Records below:

def _evaluate(inp: ScrewJointInput) -> ScrewJointResult:
    th = threads.thread(inp.thread)
    pc = threads.property_class(inp.property_class, th.d)
    hd = threads.head(inp.head, th.size)
    dh = _hole_diameter(th, inp.hole)
    tapped = inp.joint == "tapped"
    if not inp.layers:
        raise InputError("layers", None, "at least one clamped part")
    if pc.stainless:
        warnings.warn("stainless screws: the fatigue limits of VDI 2230 step R9 are for heat-treated steel "
                      "screws; the value shown is indicative only", MethodRangeWarning, stacklevel=3)
    if inp.head == "countersunk":
        warnings.warn("countersunk head: the cone model and the surface pressure use the head's projected "
                      "bearing diameter; VDI 2230 treats countersunk heads separately", MethodRangeWarning,
                      stacklevel=3)
    if th.d > 40.0:
        warnings.warn("VDI 2230 fatigue limits are given for d ≤ 40 mm", MethodRangeWarning, stacklevel=3)
    if inp.tightening in ("yield_controlled", "angle_controlled"):
        warnings.warn("yield- or angle-controlled tightening: VDI 2230 sets the preload by the screw's yield "
                      "point and designs for FM,min; this program's torque-based checks use FM,zul/αA with "
                      "αA from Table A8 (safe for the clamp load) and do not check the preload beyond FM,zul",
                      MethodRangeWarning, stacklevel=3)
    soft = sorted({m.name for m in [la.material for la in inp.layers]
                   + ([inp.housing_material] if tapped and inp.housing_material is not None else [])
                   if m.group in _NON_STEEL_EMBEDDING})
    if soft:
        warnings.warn("embedding amounts of VDI 2230 Table 5 are for compact steel parts; "
                      f"{', '.join(soft)} is not steel (light and copper alloys settle more, plastics "
                      "creep): the embedding loss shown is a lower estimate", MethodRangeWarning, stacklevel=3)

    # --- stack of clamped parts (washer first, if any)
    t = [la.thickness for la in inp.layers]
    E = [la.material.E for la in inp.layers]
    al = [la.material.alpha for la in inp.layers]
    n_parts = len(t)
    bearing_d, bearing_dh = hd.dw, dh
    if inp.washer:
        w = threads.washer(th.size, inp.head)
        t = [w.h, *t]
        E = [_STEEL_WASHER_E, *E]
        al = [_STEEL_WASHER_ALPHA, *al]
        n_parts += 1
        bearing_d, bearing_dh = w.d2, max(dh, w.d1)
    i_gasket = None
    if inp.gasket is not None:
        # the gasket sits in the interface: above the tapped housing, or below the first part of a
        # through-bolted stack; a stiffness given per screw sets its modulus once the cone is known
        i_gasket = len(t) if tapped else (2 if inp.washer else 1)
        g = inp.gasket
        t.insert(i_gasket, g.thickness)
        E.insert(i_gasket, g.modulus if g.modulus is not None else 1.0)
        al.insert(i_gasket, g.alpha)
        n_parts += 1
    t = np.array(t, float)
    E = np.array(E, float)
    al = np.array(al, float)
    z_bot = np.cumsum(t)
    z_top = z_bot - t
    l_K = float(z_bot[-1])

    # --- pattern and per-screw loads
    x, y = _pattern_xy(inp)
    F_A, F_Q = core.pattern_loads(x, y, inp.axial_force, inp.tilting_moment, inp.transverse_force,
                                  inp.torque_about_axis)
    D_A = inp.clamp_outer_diameter if inp.clamp_outer_diameter is not None else _default_outer_diameter(x, y)

    # --- compliances
    k_head = 0.5 if inp.head == "hex" else 0.4
    if tapped:
        E_M, k_nut = inp.housing_material.E, 0.33
    else:
        E_M, k_nut = pc.E, 0.4
    l_shank = min(inp.shank_length, l_K)
    parts = core.screw_compliance(th.d, th.d3, l_shank, l_K - l_shank, pc.E, E_M, k_head, k_nut)
    delta_S = float(parts[-1])
    tphi = float(core.tan_phi(l_K, hd.dw, D_A, tapped))
    D_A_Gr = float(core.limiting_diameter(hd.dw, l_K, tphi, tapped))
    if i_gasket is not None and inp.gasket.stiffness is not None:
        unit = core.clamp_compliance(z_top, z_bot, np.where(np.arange(t.size) == i_gasket, 1.0, E),
                                     hd.dw, dh, D_A, tphi, tapped, l_K)
        E[i_gasket] = float(unit[i_gasket]) * inp.gasket.stiffness
    delta_P = float(np.sum(core.clamp_compliance(z_top, z_bot, E, hd.dw, dh, D_A, tphi, tapped, l_K)))
    # Shigley's frustum (30°, hole = bolt diameter as in the book) and its exponential fit
    d_P_sh = float(np.sum(core.clamp_compliance(z_top, z_bot, E, hd.dw, th.d, D_A if math.isfinite(D_A)
                                                else np.inf, math.tan(math.radians(30.0)), tapped, l_K)))
    E_eq = l_K / float(np.sum(t / E))
    k_exp = float(core.member_stiffness_exponential(E_eq, th.d, l_K))
    n = inp.load_introduction
    phi = float(core.load_factor(n, delta_S, delta_P))
    phi_concentric = phi
    ex = _eccentric(inp, x, y, t, E, l_K, D_A, dh, th, pc, delta_S, delta_P, n, k_head, k_nut, l_shank)
    if ex is not None:
        phi = ex["phi"]   # Φen* replaces Φn in every later step (VDI 2230-1:2015, R3)

    # --- embedding
    load = "shear" if F_Q > 0 else "axial"
    f_thread, f_face, f_inter = threads.embedding_amounts(inp.rz, load)
    n_faces = 1 if tapped else 2
    n_inter = (n_parts if tapped else n_parts - 1)
    f_Z = f_thread + n_faces * f_face + n_inter * f_inter
    if inp.gasket is not None:
        f_Z += inp.gasket.settling
    F_Z = float(core.embedding_loss(f_Z, delta_S, delta_P))

    # --- temperature
    alpha_l = float(np.sum(al * t))
    dT_cold = inp.temperature_min - inp.temperature_assembly
    dT_warm = inp.temperature_max - inp.temperature_assembly
    dF_cold = float(core.thermal_preload_change(alpha_l, pc.alpha, l_K, dT_cold, delta_S, delta_P))
    dF_warm = float(core.thermal_preload_change(alpha_l, pc.alpha, l_K, dT_warm, delta_S, delta_P))
    th_loss = max(0.0, -dF_cold, -dF_warm)
    th_gain = max(0.0, dF_cold, dF_warm)

    # --- required and permissible preloads
    F_KQ = F_Q / (inp.slip_interfaces * inp.mu_interface) if F_Q > 0 else 0.0
    F_Kab = 0.0
    if ex is not None:
        F_Kab = max(0.0, *(float(ecc.clamp_to_prevent_opening(F_A, ex["a"], ex["s"], u, ex["A_D"], ex["I_BT"]))
                           for u in ex["edges"]))
    F_K_req = max(inp.clamp_force_required + F_Kab, F_KQ)
    if isinstance(inp.tightening, str):
        alpha_A = threads.tightening_factor(inp.tightening)[1]
    else:
        alpha_A = float(inp.tightening)
    F_M_min = F_K_req + (1.0 - phi) * F_A + F_Z + th_loss
    F_M_max = alpha_A * F_M_min
    mu_G_min, mu_G_max = inp.mu_thread
    mu_K_min, mu_K_max = inp.mu_head
    ds = th.ds
    F_M_zul = float(core.permissible_assembly_preload(th.As, ds, th.d2, th.P, mu_G_min, pc.Rp02,
                                                      inp.utilisation))
    # friction diameter of the head's own bearing face: on the washer (its hole) when there is one
    D_Km = 0.5 * (hd.dw + (bearing_dh if inp.washer else dh))
    M_A = float(core.tightening_torque(F_M_zul, th.P, th.d2, mu_G_min, mu_K_min, D_Km))
    M_A_hi = float(core.tightening_torque(F_M_zul, th.P, th.d2, mu_G_max, mu_K_max, D_Km))
    F_at_mu_max = F_M_zul * M_A / M_A_hi
    T_sh = float(core.torque_shigley(threads.shigley_torque_factor("zinc_plated"), F_M_zul, th.d))

    # --- service
    F_KR = F_M_zul / alpha_A - (1.0 - phi) * F_A - F_Z - th_loss
    F_S_max = F_M_zul + phi * F_A + th_gain
    W_p = math.pi * ds ** 3 / 16.0
    tau = float(core.thread_torque(F_M_zul, th.P, th.d2, mu_G_min)) / W_p
    sig_red = float(core.reduced_stress(F_S_max / th.As, tau, 0.5))
    S_F = pc.Rp02 / sig_red

    # --- surface pressure
    first = inp.layers[0].material
    pG, _ = _limits_for(first, "pG") if not inp.washer else _limits_for(first, "pG")
    A_p = math.pi / 4.0 * (bearing_d ** 2 - bearing_dh ** 2)
    F_p = max(F_M_zul, F_M_zul - F_Z + phi * F_A + th_gain)
    p = F_p / A_p
    p_nut = pG_nut = math.nan
    if not tapped:
        last = inp.layers[-1].material
        pG_nut, _ = _limits_for(last, "pG")
        nut_dw = threads.head("hex", th.size).dw if ("hex", th.size) in threads._heads() else hd.dw
        p_nut = F_p / (math.pi / 4.0 * (nut_dw ** 2 - dh ** 2))

    # --- engagement
    L_min = math.nan
    if tapped:
        _, tauB_M = _limits_for(inp.housing_material, "tauB")
        L_min = float(core.min_engagement(th.As, pc.Rm, _TAU_RATIO_SCREW * pc.Rm, tauB_M,
                                          th.d, th.d2, th.P)[0]) * _ENGAGEMENT_MARGIN

    # --- eccentric joint: opening limit and bending of the screw
    sig_bend = 0.0
    F_V_min = F_M_zul / alpha_A - F_Z - th_loss
    F_Aab = math.inf if phi >= 1.0 else max(F_V_min, 0.0) / (1.0 - phi)
    opening_edge = ""
    if ex is not None:
        lims = [float(ecc.opening_limit(max(F_V_min, 0.0), phi, ex["a"], ex["s"], u, ex["A_D"], ex["I_BT"]))
                for u in ex["edges"]]
        F_Aab = min(lims)
        opening_edge = ("the edge on the load side" if lims[0] <= lims[1] else "the edge away from the load")
        if ex["where"]:
            opening_edge += f", at {ex['where']}"
        _, sb = ecc.screw_stress_eccentric(F_A, phi, ex["a"], ex["s"], l_K, ex["l_ers"], pc.E, ex["E_P"],
                                           th.ds, ex["I_Bers"])
        sig_bend = float(sb)

    # --- fatigue (load cycling between 0 and F_A)
    sigma_a = phi * F_A / (2.0 * th.As) + sig_bend / 2.0
    if inp.rolled_after_heat_treatment:
        # mean screw force at the largest preload in service (after embedding): the lower, safe limit
        F_Sm = F_M_zul - F_Z + 0.5 * phi * F_A
        sigma_AS = max(float(core.fatigue_limit_rolled_after(th.d, F_Sm, th.As * pc.Rp02)),
                       float(core.fatigue_limit_rolled_before(th.d)))
    else:
        sigma_AS = float(core.fatigue_limit_rolled_before(th.d))
    S_D = sigma_AS / sigma_a if sigma_a > 0 else math.inf

    checks = [
        Check("assembly preload", F_M_max, F_M_zul, "<=", "N", "VDI 2230-1:2015, R5–R7",
              f"αA·FM,min with αA = {alpha_A:g} against FM,zul at ν = {inp.utilisation:g}"),
        Check("working stress (yield safety)", S_F, 1.0, ">=", "", "VDI 2230-1:2015, R8",
              f"σred,B = {sig_red:.0f} MPa against Rp0.2 = {pc.Rp02:g} MPa"),
        Check("residual clamp load (separation)", F_KR, inp.clamp_force_required, ">=", "N",
              "VDI 2230-1:2015, R2, R13", "least clamp load left in service at the smallest preload"),
    ]
    if F_Q > 0:
        checks.append(Check("residual clamp load (slip)", F_KR, F_KQ, ">=", "N", "VDI 2230-1:2015, R12",
                            f"FQ = {F_Q:.0f} N per screw, μT = {inp.mu_interface:g}, qF = {inp.slip_interfaces}"))
    checks.append(Check("surface pressure under head", p, pG, "<=", "MPa", "VDI 2230-1:2015, R10, Table A9",
                        f"on {first.name}" + (" under the washer" if inp.washer else "")))
    if not tapped:
        checks.append(Check("surface pressure under nut", p_nut, pG_nut, "<=", "MPa",
                            "VDI 2230-1:2015, R10, Table A9", f"on {inp.layers[-1].material.name}"))
    if tapped:
        checks.append(Check("length of engagement", inp.engagement, L_min, ">=", "mm",
                            "FED-STD-H28/2B App. A; VDI 2230-1:2015, R11",
                            f"housing {inp.housing_material.name}"))
    if F_A > 0:
        checks.append(Check("fatigue of the thread", S_D, _FATIGUE_SAFETY, ">=", "", "VDI 2230-1:2015, R9",
                            f"σa = {sigma_a:.1f} MPa against σAS = {sigma_AS:.1f} MPa"
                            + (f" (bending share {sig_bend / 2.0:.1f} MPa)" if ex is not None else "")))
    if ex is not None:
        checks.append(Check("no opening at the loaded edge", F_A, F_Aab, "<=", "N",
                            "VDI 2230-1:2015, 3.2.3, step R2",
                            f"opening limit FAab at FV,min = {F_V_min:.0f} N; opens first at {opening_edge}; "
                            f"Φen* = {phi:.3f} (s_sym = {ex['s']:g} mm, a = {ex['a']:g} mm)"))
    gasket_p = math.nan
    if inp.gasket is not None and inp.gasket.seating_pressure is not None:
        gasket_p = F_KR / (inp.gasket.area / inp.count)
        checks.append(Check("gasket sealing pressure", gasket_p, inp.gasket.seating_pressure, ">=", "MPa",
                            "VDI 2230-1:2015, step R2 (FKP)",
                            f"smallest residual clamp load {F_KR:.0f} N on {inp.gasket.area / inp.count:.0f} "
                            "mm² of gasket per screw"))

    return ScrewJointResult(
        name=inp.name, thread=th.designation, property_class=pc.name, d=th.d, P=th.P, d2=th.d2, d3=th.d3,
        As=th.As, Rp02=pc.Rp02, Rm=pc.Rm, dw=hd.dw, dh=dh, l_K=l_K, D_A=float(D_A), tan_phi=tphi,
        D_A_Gr=D_A_Gr, delta_S=delta_S, delta_P=delta_P, load_introduction=n, load_factor=phi_concentric, F_A=F_A,
        F_Q=F_Q, f_Z=f_Z, F_Z=F_Z, dF_th_cold=dF_cold, dF_th_warm=dF_warm, F_K_required=F_K_req,
        F_KQ_required=F_KQ, alpha_A=alpha_A, F_M_zul=F_M_zul, F_M_min=F_M_min, F_M_max=F_M_max,
        tightening_torque=M_A, tightening_torque_mu_max=M_A_hi, preload_at_mu_max=F_at_mu_max,
        torque_shigley=T_sh, F_KR_min=F_KR, F_S_max=F_S_max, sigma_red_B=sig_red, yield_safety=S_F,
        surface_pressure=p, p_G=pG, surface_pressure_nut=p_nut, p_G_nut=pG_nut,
        engagement=inp.engagement if inp.engagement is not None else math.nan, engagement_min=L_min,
        sigma_a=sigma_a, sigma_AS=sigma_AS, fatigue_safety=S_D, k_frustum_shigley=1.0 / d_P_sh,
        k_exponential_shigley=k_exp, checks=tuple(checks), load_factor_eccentric=phi,
        load_factor_concentric=phi_concentric, bending_stress=sig_bend, opening_force=F_Aab,
        clamp_for_opening=F_Kab, opening_edge=opening_edge,
        beta_P=ex["beta_P"] if ex is not None else 0.0, gasket_pressure=gasket_p)
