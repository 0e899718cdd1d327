"""Clearance budget of a bearing seat: initial clearance, fit-up loss, thermal change, operating clearance."""

from __future__ import annotations

import math

from matplotlib.figure import Figure

from ..bearings import clearance_budget

_MIN = "#b5472f"   # tightest pairing (smallest clearance)
_MAX = "#3b6ea5"   # loosest pairing (largest clearance)
_LIMIT = "#444444"



def plot_clearance_budget(result, ax=None, *, units: str = "SI") -> Figure:
    """Waterfall of the radial clearance [µm]: initial → fit-up → thermal → operating.

    Two waterfalls side by side: the tightest pairing (smallest clearance, the one the
    clearance check uses) and the loosest. The initial and operating bars stand on zero;
    the fit-up and thermal bars float between the levels before and after. The user's
    limit (``clearance_min``) is a dashed line. Never calls ``plt.show()``.

    Parameters
    ----------
    result : fitcheck.bearings.BearingSeatResult
    ax : matplotlib.axes.Axes, optional
        Draw into these axes; otherwise a new figure (not registered with pyplot).

    Returns
    -------
    matplotlib.figure.Figure

    Examples
    --------
    >>> from fitcheck.bearings import BearingSeatInput, evaluate
    >>> r = evaluate(BearingSeatInput.from_mapping({"designation": "6204", "shaft": "k5",
    ...     "housing": "H7", "clearance_group": "C3"}))
    >>> fig = plot_clearance_budget(r)
    >>> len(fig.axes[0].patches)
    8
    """
    if ax is None:
        fig = Figure(figsize=(6.0, 3.8), layout="constrained")
        ax = fig.add_subplot()
    else:
        fig = ax.figure
    from ._units import scale
    k, lab = scale("um", units)
    steps = {key: [v * k for v in vals] for key, vals in clearance_budget(result).items()}
    width = 0.36
    finite = all(math.isfinite(v) for s in steps.values() for v in s)
    for k, (key, color, label) in enumerate((("min", _MIN, "tightest pairing"),
                                             ("max", _MAX, "loosest pairing"))):
        s = steps[key] if finite else [0.0] * 4
        x0 = -width / 2 + k * width
        bars = [(0.0, s[0]), (s[0], s[1]), (s[1], s[2]), (0.0, s[3])]
        for i, (a, b) in enumerate(bars):
            alpha = 1.0 if i in (0, 3) else 0.55
            ax.bar(i + x0, b - a, width=width * 0.95, bottom=a, color=color, alpha=alpha,
                   label=label if i == 0 else None)
            ax.annotate(f"{s[i]:.2f}" if units == "inch" else f"{s[i]:.1f}", (i + x0, max(a, b)), ha="center", va="bottom", fontsize=7,
                        xytext=(0, 2), textcoords="offset points")
        ax.plot([i + x0 for i in range(4)], s, color=color, lw=0.8, ls=":", marker="_")
    ax.margins(y=0.15)
    ax.axhline(0.0, color=_LIMIT, lw=0.8)
    lim = getattr(result, "clearance_min_um", 0.0) * k
    if lim:
        ax.axhline(lim, color=_LIMIT, lw=1.0, ls="--", label=f"limit {lim:.3g} {lab}")
    ax.set_xticks(range(4), [f"initial\n{getattr(result, 'clearance_group', '')}", "fit-up",
                             "thermal", "operating"])
    ax.set_ylabel(f"radial clearance [{lab}]")
    name = getattr(result, "name", "") or getattr(result, "designation", "")
    ax.set_title(f"Clearance budget {name}".strip() + ("" if finite else " (no clearance group)"),
                 fontsize=10)
    ax.legend(fontsize=8, loc="best")
    return fig
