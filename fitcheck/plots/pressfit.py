"""Plots of a press-fit result: wall stresses and the torque-capacity band.

Both take a :class:`fitcheck.pressfit.PressFitResult`, draw on ``ax`` (or a new
figure) and return the Figure; they never call ``plt.show()``.
"""

from __future__ import annotations

from matplotlib.figure import Figure

from ._units import scale


def _axes(ax, size=(6.4, 4.0)):
    if ax is None:
        fig = Figure(figsize=size, layout="constrained")
        return fig, fig.add_subplot()
    return ax.figure, ax


def plot_wall_stresses(result, ax=None, *, units: str = "SI") -> Figure:
    """Radial, tangential and von Mises stress through shaft and hub walls at the tightest case.

    The governing condition (room temperature at standstill, or operating with
    temperature and centrifugal stresses) is the one with the larger stress at the hub bore.
    """
    fig, ax = _axes(ax)
    prof = result.wall_profile()
    kr, lr = scale("mm", units)
    ks, ls_ = scale("MPa", units)
    prof = {k: (v * (kr if k.startswith("r_") else ks) if hasattr(v, "shape") else v) for k, v in prof.items()}
    for part, ls in (("shaft", "-"), ("hub", "-")):
        r = prof[f"r_{part}"]
        kw = {"label": None} if part == "hub" else {}
        ax.plot(r, prof[f"sr_{part}"], ls, color="tab:blue", **({"label": "radial σr"} if part == "shaft" else kw))
        ax.plot(r, prof[f"st_{part}"], ls, color="tab:orange",
                **({"label": "tangential σt"} if part == "shaft" else kw))
        ax.plot(r, prof[f"vm_{part}"], "--", color="tab:red",
                **({"label": "von Mises σv"} if part == "shaft" else kw))
    ax.axvline(result.diameter / 2.0 * kr, color="0.4", lw=0.8)
    ax.axhline(0.0, color="0.6", lw=0.6)
    h, s = result.hub_material, result.shaft_material
    ax.axhline(h.Rp02 * ks, color="tab:red", lw=0.6, ls=":", label=f"Rp0.2 hub ({h.name})")
    if s.Rp02 != h.Rp02:
        ax.axhline(s.Rp02 * ks, color="tab:purple", lw=0.6, ls=":", label=f"Rp0.2 shaft ({s.name})")
    ax.set_xlim(0.0, result.hub_outer_diameter / 2.0 * kr)
    ax.set_xlabel(f"radius r [{lr}]  (shaft | hub)")
    ax.set_ylabel(f"stress [{ls_}]")
    cond = "operating" if prof["condition"] == "operating" else "room temperature, standstill"
    ax.set_title(f"{result.name}: wall stresses at the tightest fit ({cond})", fontsize=10)
    ax.legend(fontsize=8, loc="best")
    ax.grid(True, lw=0.3)
    return fig


def plot_capacity_band(result, ax=None, *, units: str = "SI") -> Figure:
    """Torque capacity across the interference band (loosest → tightest) at operating condition.

    The line marks the required torque × slip safety; where the band lies
    below it the joint can slip.
    """
    fig, ax = _axes(ax)
    band = result.capacity_band()
    kx, lx = scale("um", units)
    kt, lt = scale("N*m", units)
    x, inside = band["interference"] * 1000.0 * kx, band["in_band"]
    t = band["torque_capacity"] / 1000.0 * kt
    ax.plot(x, t, color="tab:blue", label="torque capacity (operating)")
    ax.fill_between(x[inside], 0.0, t[inside], color="tab:blue", alpha=0.15, label="tolerance band")
    ax.axhline(band["required"] / 1000.0 * kt, color="tab:red", ls="--",
               label=f"required × slip safety {band['slip_safety_required']:g}")
    ax.set_xlabel(f"measured diametral interference [{lx}]")
    ax.set_ylabel(f"torque [{lt}]")
    ax.set_title(f"{result.name}: torque capacity across the interference band", fontsize=10)
    ax.legend(fontsize=8, loc="upper left")
    ax.grid(True, lw=0.3)
    ax.set_ylim(bottom=0.0)
    return fig
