"""Plots as library functions: ``plot_*(result, ax=None) -> matplotlib.figure.Figure``.

One module per topic; they never call ``plt.show()`` and work without a display.
Shared by the report and the browser front end. The functions are imported on first use
(PEP 562), so importing :mod:`fitcheck.plots._units` alone does not import matplotlib.
"""

import importlib

_WHERE = {"plot_clearance_budget": "bearings", "plot_fit": "fits",
          "plot_capacity_band": "pressfit", "plot_wall_stresses": "pressfit",
          "plot_joint_diagram": "screws", "plot_search_ranking": "study",
          "plot_study_histograms": "study"}

__all__ = sorted(_WHERE)


def __getattr__(name):
    if name in _WHERE:
        return getattr(importlib.import_module(f".{_WHERE[name]}", __name__), name)
    raise AttributeError(f"module {__name__!r} has no attribute {name!r}")


def __dir__():
    return sorted(list(globals()) + list(_WHERE))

End of Records.

Work instruction:
For the material above, reproduce exactly the lines from the line with "diameter; VDI 2230" to the line with "if inp.tightening in", inclusive, and exclude all others.

Reply to the exercise:
                      "bearing diameter; VDI 2230 treats countersunk heads separately", MethodRangeWarning,
                      stacklevel=3)
    if th.d > 40.0:
        warnings.warn("VDI 2230 fatigue limits are given for d ≤ 40 mm", MethodRangeWarning, stacklevel=3)
    if inp.tightening in ("yield_controlled", "angle_controlled"):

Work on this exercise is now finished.